А о Любе – стихотворение: "Так вот он, конец!.."

Стихотворения этого не помню, помню лишь кусочки. Было оно напыщенно, как все, что писалось мною в то время.

Так вот он, конец! Удержаться я был уж не в силах:
Любви слишком сильно просила душа молодая,
Горячая кровь слишком быстро катилася в жилах,
А ты – ты была хороша, как валькирия рая.
И призрак создал я себе обаятельно-чудный,
И сам я поверил в него беззаветно и страстно…

Потом вдруг за спиною у меня "демонский хохот внезапно раздался", -

И я увидал, что все то, чему я поклонялся,
Что чудный кумир тот – моими же создан руками!

Мы с Мишею решили: когда осенью опять поедем в Петербург, – обязательно искать две комнаты; хоть самых маленьких, но чтобы две. В одной слишком мы стесняли друг друга: один хочет спать, другой заниматься, свет мешает первому; ко мне придут товарищи, а Мише нужно заниматься. И мы постоянно ссорились из-за самых пустяков. Со второго года, как стали жить в раздельных комнатах, за все три года остальной совместной жизни не поссорились ни разу.

У меня в университете лекции начинались на две недели раньше, чем у Миши в Горном институте, я приехал в Петербург без Миши.

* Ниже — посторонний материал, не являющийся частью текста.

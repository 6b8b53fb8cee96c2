import type { z } from 'zod';
import { fitRequest } from '$lib/schemas/fit';
import { fitQuestion } from '$lib/schemas/fit-analysis';
import { samplePlanRequest } from '$lib/schemas/fit-plan';
import { fitStart } from '$lib/schemas/fit-start';
import { createRecipeForm } from '$lib/schemas/recipe';
import { confirmRunSchema, sheetWorkSchema } from '$lib/schemas/sheet-work';
import { solveRequest } from '$lib/schemas/solve';
import { studyForm } from '$lib/schemas/study';
import { firstFormRequest } from '$lib/schemas/window';
import type { Scope } from '../policy';
import * as recipe from '../recipes/api-bodies';
import { studyChanges } from '../studies/update-study';
import { changedScheme, newScheme } from './scheme-body';

export type Method = 'get' | 'post' | 'patch' | 'delete';

/** One call of the API; the list of these is what the OpenAPI description and the readable page are made from. */
export interface Operation {
	method: Method;
	/** Path below /api/v1, with its parameters in braces. */
	path: string;
	area: 'Engine' | 'Studies and schemes' | 'Sheets and runs' | 'Fits and windows' | 'Recipes' | 'Audit trail';
	summary: string;
	/** What comes back, in words. */
	gives: string;
	status?: number;
	body?: z.ZodType;
	/** A file in the field `file` instead of JSON. */
	upload?: boolean;
	/** The write names the version that it was made on. */
	versioned?: boolean;
	/** Takes an Idempotency-Key. */
	once?: boolean;
	query?: { name: string; what: string; type: 'string' | 'integer' }[];
	/** Content type of the answer, where it is not JSON. */
	type?: string;
	/** Scope that a token needs; null: no token may. */
	scope: Scope | null;
}

const PAGE: Operation['query'] = [
	{ name: 'after', what: 'id of the last item of the page before', type: 'string' },
	{ name: 'limit', what: 'items a page, 1 to 100', type: 'integer' }
];
const RECIPE_VERSION: Operation['query'] = [
	{ name: 'version', what: 'number of the version; the newest, when left out', type: 'integer' }
];
const WORKBOOK = 'application/vnd.openxmlformats-officedocument.spreadsheetml.sheet';

const ENGINE: Operation[] = [
	{
		method: 'post',
		path: '/kinetics/solve',
		area: 'Engine',
		summary: 'Solve one batch; nothing is kept',
		gives: 'concentrations in the unit of the charge, modes, closed form, method, error estimate, issues',
		body: solveRequest,
		scope: 'read'
	},
	{
		method: 'post',
		path: '/kinetics/fit',
		area: 'Engine',
		summary: 'Fit a small problem of up to 2000 points; nothing is kept',
		gives: 'the full report: parameters with standard errors and intervals, correlation, residuals, findings',
		body: fitRequest,
		scope: 'fit'
	},
	{
		method: 'post',
		path: '/kinetics/sampling-plan',
		area: 'Engine',
		summary: 'Plan the samples of a first run from guessed constants; nothing is kept',
		gives: 'times, expected half-width of each interval, findings',
		body: samplePlanRequest,
		scope: 'read'
	}
];

const STUDIES: Operation[] = [
	{
		method: 'get',
		path: '/groups/{group}/studies',
		area: 'Studies and schemes',
		summary: 'Studies of a lab group, newest first',
		gives: 'items, next, total',
		query: [{ name: 'filter', what: 'words of the name or the decision', type: 'string' }, ...PAGE],
		scope: 'read'
	},
	{
		method: 'post',
		path: '/groups/{group}/studies',
		area: 'Studies and schemes',
		summary: 'New study with its decision and criteria, and a first scheme',
		gives: 'id, version, schemeId',
		status: 201,
		body: studyForm,
		once: true,
		scope: 'write'
	},
	{
		method: 'get',
		path: '/studies/{study}',
		area: 'Studies and schemes',
		summary: 'A study with its criteria, schemes and stations',
		gives: 'study, criteria, schemes, stations',
		scope: 'read'
	},
	{
		method: 'patch',
		path: '/studies/{study}',
		area: 'Studies and schemes',
		summary: 'Change name, decision or criteria',
		gives: 'version, savedAt',
		body: studyChanges,
		versioned: true,
		scope: 'write'
	},
	{
		method: 'post',
		path: '/studies/{study}/schemes',
		area: 'Studies and schemes',
		summary: 'Another candidate scheme',
		gives: 'id, version, number, versionId',
		status: 201,
		body: newScheme,
		once: true,
		scope: 'write'
	},
	{
		method: 'get',
		path: '/schemes/{scheme}',
		area: 'Studies and schemes',
		summary: 'A scheme in its newest version',
		gives: 'name, version, number, content',
		scope: 'read'
	},
	{
		method: 'patch',
		path: '/schemes/{scheme}',
		area: 'Studies and schemes',
		summary: 'Save a scheme; changed content makes a version',
		gives: 'version, number, versionId, savedAt',
		body: changedScheme,
		versioned: true,
		scope: 'write'
	}
];

const DATA: Operation[] = [
	{
		method: 'get',
		path: '/studies/{study}/sheets',
		area: 'Sheets and runs',
		summary: 'Sheets of a study',
		gives: 'items with checksum, open questions and runs',
		scope: 'read'
	},
	{
		method: 'post',
		path: '/studies/{study}/sheets',
		area: 'Sheets and runs',
		summary: 'Upload an assay sheet (.xlsx, .csv, .txt); kept byte for byte',
		gives:
			'checksum, what was read, the queries (Stop, Ask, Note) with their cells; 200 where the same bytes are there already',
		status: 201,
		upload: true,
		once: true,
		scope: 'write'
	},
	{
		method: 'get',
		path: '/sheets/{sheet}',
		area: 'Sheets and runs',
		summary: 'A sheet with its grid and the work on it',
		gives: 'workbook, work, runs, species',
		scope: 'read'
	},
	{
		method: 'patch',
		path: '/sheets/{sheet}',
		area: 'Sheets and runs',
		summary: 'Keep mapping, answers and corrections beside the sheet',
		gives: 'version, savedAt, open',
		body: sheetWorkSchema,
		versioned: true,
		scope: 'write'
	},
	{
		method: 'get',
		path: '/sheets/{sheet}/file',
		area: 'Sheets and runs',
		summary: 'The file byte for byte as received',
		gives: 'the file, with its SHA-256 in Repr-Digest',
		type: 'application/octet-stream',
		scope: 'read'
	},
	{
		method: 'post',
		path: '/sheets/{sheet}/runs',
		area: 'Sheets and runs',
		summary: 'Confirm a table as a run; refused while a Stop or an Ask is open',
		gives: 'id, number, revision, conversions',
		status: 201,
		body: confirmRunSchema,
		once: true,
		scope: 'write'
	},
	{
		method: 'get',
		path: '/studies/{study}/runs',
		area: 'Sheets and runs',
		summary: 'Runs of a study',
		gives: 'items with what each holds',
		scope: 'read'
	},
	{
		method: 'get',
		path: '/runs/{run}',
		area: 'Sheets and runs',
		summary: 'A run with its revisions and the fits that used it',
		gives: 'content, revisions, sheet, fits',
		scope: 'read'
	}
];

const FITS: Operation[] = [
	{
		method: 'get',
		path: '/studies/{study}/fits',
		area: 'Fits and windows',
		summary: 'Every fit of a study, newest first',
		gives: 'items, next',
		query: PAGE,
		scope: 'read'
	},
	{
		method: 'post',
		path: '/studies/{study}/fits',
		area: 'Fits and windows',
		summary: 'Start a recorded fit; equal input gives the fit that is there',
		gives: 'id, reused, events',
		status: 202,
		body: fitStart,
		once: true,
		scope: 'fit'
	},
	{
		method: 'get',
		path: '/fits/{fit}',
		area: 'Fits and windows',
		summary: 'A fit: progress while it runs, then the report',
		gives: 'status, progress, report, request, scheme, runs',
		scope: 'read'
	},
	{
		method: 'get',
		path: '/fits/{fit}/events',
		area: 'Fits and windows',
		summary: 'Numbered events of a fit as Server-Sent Events',
		gives: 'queued, running, progress, then done, failed or cancelled; goes on after Last-Event-ID',
		query: [{ name: 'after', what: 'number of the last event seen', type: 'integer' }],
		type: 'text/event-stream',
		scope: 'read'
	},
	{
		method: 'delete',
		path: '/fits/{fit}',
		area: 'Fits and windows',
		summary: 'Call a fit off; a fit that has ended stays',
		gives: 'id, status',
		scope: 'fit'
	},
	{
		method: 'post',
		path: '/fits/{fit}/questions',
		area: 'Fits and windows',
		summary:
			'A question on a fit, answered from its record: decision quantities, curves, profiles, influence, plans',
		gives: 'answer; times and amounts to decide by come with standard error, t and profile interval',
		body: fitQuestion,
		scope: 'read'
	},
	{
		method: 'get',
		path: '/fits/{fit}/windows',
		area: 'Fits and windows',
		summary: 'Windows that rest on a fit',
		gives: 'items',
		scope: 'read'
	},
	{
		method: 'post',
		path: '/fits/{fit}/windows',
		area: 'Fits and windows',
		summary: 'Compute a window for one temperature and keep it',
		gives: 'id, number, result',
		status: 201,
		body: firstFormRequest,
		once: true,
		scope: 'fit'
	},
	{
		method: 'get',
		path: '/windows/{window}',
		area: 'Fits and windows',
		summary: 'A window with what was asked',
		gives: 'input, result',
		scope: 'read'
	}
];

const change = (
	path: string,
	summary: string,
	body: z.ZodType,
	more: Partial<Operation> = {}
): Operation => ({
	method: 'post',
	path: `/recipes/{recipe}/${path}`,
	area: 'Recipes',
	summary,
	gives: 'the version and its state',
	body,
	scope: 'write',
	...more
});

const RECIPES: Operation[] = [
	{
		method: 'get',
		path: '/studies/{study}/recipes',
		area: 'Recipes',
		summary: 'Recipes of a study',
		gives: 'recipes with their newest version',
		scope: 'read'
	},
	{
		method: 'post',
		path: '/studies/{study}/recipes',
		area: 'Recipes',
		summary: 'A first draft from a fit and a window of it',
		gives: 'id, version',
		status: 201,
		body: createRecipeForm,
		once: true,
		scope: 'write'
	},
	{
		method: 'get',
		path: '/recipes/{recipe}',
		area: 'Recipes',
		summary: 'A recipe in one version',
		gives: 'content, state, signatures, shares',
		query: RECIPE_VERSION,
		scope: 'read'
	},
	{
		method: 'patch',
		path: '/recipes/{recipe}',
		area: 'Recipes',
		summary: 'Save a draft',
		gives: 'version, savedAt',
		body: recipe.patchBody,
		versioned: true,
		scope: 'write'
	},
	change('versions', 'Start a new version, with a reason', recipe.versionBody, { status: 201, once: true }),
	change('submit', 'Submit a draft for review', recipe.submitBody, { versioned: true, once: true }),
	change('comments', 'Comment on a version', recipe.commentBody, { status: 201, once: true }),
	change('return', 'Return a version with a comment', recipe.returnBody, { versioned: true, once: true }),
	change('sign', 'Sign a version; for signed-in people only', recipe.signBody, {
		versioned: true,
		scope: null
	}),
	change('share', 'Share a validated version with another group', recipe.shareBody, {
		status: 201,
		once: true
	}),
	change('withdraw', 'Withdraw a version, with a reason', recipe.withdrawBody, {
		versioned: true,
		once: true
	}),
	{
		method: 'get',
		path: '/recipes/{recipe}/workbook',
		area: 'Recipes',
		summary: 'The QA workbook of a version; recalculates without the service',
		gives: 'the workbook, with its SHA-256 in Repr-Digest',
		query: RECIPE_VERSION,
		type: WORKBOOK,
		scope: 'export'
	}
];

const AUDIT: Operation[] = [
	{
		method: 'get',
		path: '/audit',
		area: 'Audit trail',
		summary: 'Entries of the groups that the caller may inspect, newest first',
		gives: 'items, next',
		query: [
			{ name: 'object', what: 'id of the record', type: 'string' },
			{ name: 'after', what: 'the `next` of the page before', type: 'integer' },
			{ name: 'limit', what: 'entries a page, 1 to 500', type: 'integer' }
		],
		scope: 'read'
	},
	{
		method: 'get',
		path: '/audit/verify',
		area: 'Audit trail',
		summary: 'Goes along the hash chain and names the first entry that does not fit',
		gives: 'whether the chain holds, and where it does not',
		scope: 'read'
	}
];

export const OPERATIONS: Operation[] = [...ENGINE, ...STUDIES, ...DATA, ...FITS, ...RECIPES, ...AUDIT];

Долго искал: трудно было найти за подходящую цену две комнаты в одной квартире, а папа обязательно требовал, чтобы жили мы на одной квартире, Наконец, на 15-й линии Васильевского острова, в мезонине старого дома, нашел две комнаты рядом. Я спросил квартирную хозяйку, – молодую и хорошенькую, с глуповатыми глазами и чистым лбом:

– Сколько вы хотите за обе комнаты? Она ответила:

– Шестнадцать рублей. А если поторгуетесь, то можно будет и уступить.

Я поторговался, и она уступила за четырнадцать рублей. Я переехал.

В тот же вечер явился ко мне в комнату хозяин. С огромной кудлатой головою с темно-рыжею бородкою. Расшаркался, представился:

– Александр Евдокимович Карас, переплетчик.